Project Title Lead Investigator Co-Investigators Project Dates
Big time series data and randomised numerical linear algebra** # Fred Roosta (UQ) Ali Eshragh (Newcastle), Glen Livingston (Newcastle), Michael Mahoney (UC Berkeley), Asef Nazari (Deakin), David Woodruff (Carnegie Mellon University) Feb 2020 – Oct 2021
Exploiting composite likelihoods for likelihood-free problems** Clara Grazian (UNSW) Chris Drovandi (QUT) Jan 2021 – Jun 2021
Finding minimum label spanning trees using cross-entropy method** Radislav Vaisman (UQ) Matthew Roughan (UoA) Apr 2020 – Apr 2021
First passage properties of Markov additive processes and related multivariate processes* Oscar Peralta Gutierrez (UoA) Eric Cheung (UNSW), Kais Hamza (Monash), Jae Kyung Woo (UNSW) Jun 2021 – Aug 2021
Improved algorithms for environmental monitoring network design problems** Radislav Vaisman (UQ) Mar 2020 – Jul 2021
Mathematical modelling of COVID-19 cluster surveillance** Andrew Black (UoA) Sophie Hautphenne (UoM) Jun 2020 – Jan 2021
Modelling of environmental and climate extremes* Boris Beranger (UNSW) Kate Saunders (QUT), Alec Stephenson (CSIRO) Apr 2021 – Nov 2021
Modelling seagrass dynamics using hybrid strategy combining deterministic process-based and DBN models** Paul Wu (QUT) Benoit Liquet (QUT), Martin Marzloff (IFREMER), Kerrie Mengersen (QUT), Heloise Muller (IFREMER) Jul 2019 – Oct 2021
Quantum variational Bayes and quantum descriptive statistics* Minh Ngoc Tran (USyd) Scott Sisson (UNSW) Apr 2021 – Sep 2021
Stochastic analysis of the COVID-19 population** # Ali Eshragh (Newcastle) Saed Alizamir (Yale), Peter Howley (Newcastle), Judy-anne Osborn (Newcastle), Joshua Ross (UoA), Elizabeth Stojanovski (Newcastle) Jul 2020 – Dec 2021
To understand the properties of echo chambers on social media* Mehwish Nasim (UoA) Lauren Kennedy (Monash), Lewis Mitchell (UoA), Adam Sparks (USQ) Apr 2021 – Jun 2021

* Applications approved in 2021.
** Applications active in 2021 but approved in previous years.
# Funding relinquished in 2021 due to COVID-19 related disruptions.

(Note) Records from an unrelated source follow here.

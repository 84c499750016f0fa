// The EMD solver reads ground distances lazily and builds its first basis from per-row heaps. These checks pin
// that those shortcuts change nothing: the EMD equals the optimum of the full transportation problem solved by
// an independent LP solver (GLPK via the npm package glpk.js, the same reference as test/metric-emd.test.ts),
// on instances large enough (more than 256 cells) to take the lazy path, including near copies, exact ties and
// rows that differ only in late columns (where a few first columns say nothing).
import { describe, expect, it } from 'vitest';
import GLPKFactory from 'glpk.js/node';
import { emd, lastSolve } from '../src/metric/emd.js';
import type { Pdd } from '../src/types.js';
import { randomPdd, rng } from './metric-random.js';

/** Reference optimum: the transportation LP over all cells with the L-infinity ground distance (Rubner et al. 2000). */
async function lpEmd(a: Pdd, b: Pdd): Promise<number> {
  const glpk = await GLPKFactory();
  const m = a.weights.length;
  const n = b.weights.length;
  const k = a.k;
  const sa = a.weights.reduce((s, w) => s + Math.max(w, 0), 0);
  const sb = b.weights.reduce((s, w) => s + Math.max(w, 0), 0);
  const vars: Array<{ name: string; coef: number }> = [];
  const rowCons: Array<Array<{ name: string; coef: number }>> = Array.from({ length: m }, () => []);
  const colCons: Array<Array<{ name: string; coef: number }>> = Array.from({ length: n }, () => []);
  for (let i = 0; i < m; i++) {
    for (let j = 0; j < n; j++) {
      let c = 0;
      for (let t = 0; t < k; t++) c = Math.max(c, Math.abs(a.rows[i * k + t] - b.rows[j * k + t]));
      const name = `x${i}_${j}`;
      vars.push({ name, coef: c });
      rowCons[i].push({ name, coef: 1 });
      colCons[j].push({ name, coef: 1 });
    }
  }
  const subjectTo = [
    ...rowCons.map((v, i) => ({ name: `r${i}`, vars: v, bnds: { type: glpk.GLP_FX, lb: Math.max(a.weights[i], 0) / sa, ub: Math.max(a.weights[i], 0) / sa } })),
    ...colCons.map((v, j) => ({ name: `c${j}`, vars: v, bnds: { type: glpk.GLP_FX, lb: Math.max(b.weights[j], 0) / sb, ub: Math.max(b.weights[j], 0) / sb } })),
  ];
  const res = glpk.solve({ name: 'emd', objective: { direction: glpk.GLP_MIN, name: 'cost', vars }, subjectTo }, { msglev: glpk.GLP_MSG_OFF });
  return res.result.z;
}

/** A copy of p with every distance moved by up to `noise` (rows then re-sorted within, as PDD rows are). */
function jiggle(p: Pdd, noise: number, rand: () => number): Pdd {
  const rows = p.rows.map((x) => x + noise * (2 * rand() - 1));
  for (let r = 0; r < p.weights.length; r++) rows.subarray(r * p.k, (r + 1) * p.k).sort();
  return { k: p.k, rows, weights: p.weights.slice() };
}

/** Rows equal in their first `same` columns and different only after them (rows ascending within). */
function lateDifferences(rand: () => number, n: number, k: number, same: number): Pdd {
  const rows = new Float64Array(n * k);
  for (let r = 0; r < n; r++) {
    for (let t = 0; t < k; t++) rows[r * k + t] = t < same ? 1 + t * 0.1 : 1 + same * 0.1 + (t - same) * 0.5 + 0.4 * rand();
  }
  const w = Float64Array.from({ length: n }, () => 0.1 + rand());
  const s = w.reduce((x, y) => x + y, 0);
  return { k, rows, weights: w.map((x) => x / s) };
}

describe('EMD on the lazy path (more than 256 cells)', () => {
  it('equals the LP optimum (glpk.js) on near copies, distinct PDDs, ties and late differences', async () => {
    const rand = rng(20261202);
    const cases: Array<[Pdd, Pdd]> = [];
    for (let t = 0; t < 8; t++) {
      const n = 17 + Math.floor(rand() * 20);
      const k = 12 + Math.floor(rand() * 30);
      const a = randomPdd(rand, n, k, () => 1 + 4 * rand());
      cases.push([a, jiggle(a, 0.003, rand)]); // near copies: zero or few pivots
      cases.push([a, randomPdd(rand, n + 3, k, () => 1 + 4 * rand())]); // distinct
      cases.push([randomPdd(rand, n, k, () => Math.floor(rand() * 3)), randomPdd(rand, n, k, () => Math.floor(rand() * 3))]); // many equal costs
      cases.push([lateDifferences(rand, n, k, k - 3), lateDifferences(rand, n + 2, k, k - 3)]); // first columns all equal
    }
    let lazySolves = 0;
    for (const [a, b] of cases) {
      const d = emd(a, b);
      if (lastSolve.rows * lastSolve.cols >= 256) lazySolves++;
      const ref = await lpEmd(a, b);
      expect(Math.abs(d - ref)).toBeLessThanOrEqual(1e-9 * Math.max(1, ref));
      expect(emd(b, a)).toBe(d);
    }
    expect(lazySolves).toBe(cases.length);
  }, 60_000);
});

Due to the repeated and ongoing disruptions related to the COVID-19 pandemic, several projects were rescoped and funding was redirected to support other project activities. For example, significant travel and workshop funding was repurposed for hiring a research assistant and extending project scope and timelines.

In some cases, the challenges due to COVID-19 resulted in some activities being reduced and thus some projects being underspent. However, unspent Research Support Scheme project funds were redirected to the Centre’s new Research Sprint Scheme which supported 21 sprint projects.

While the COVID-19 pandemic created challenges for some Research Support Scheme projects during 2020 and 2021, the scheme has been incredibly successful. It provided additional support and opportunities for new students and early-career researchers, facilitated research workshops and seminars, led to the preparation and submission of papers to peer-reviewed journals, enabled travel for collaboration where possible, and importantly, supported many new cross-node collaborations that will continue after ACEMS concludes.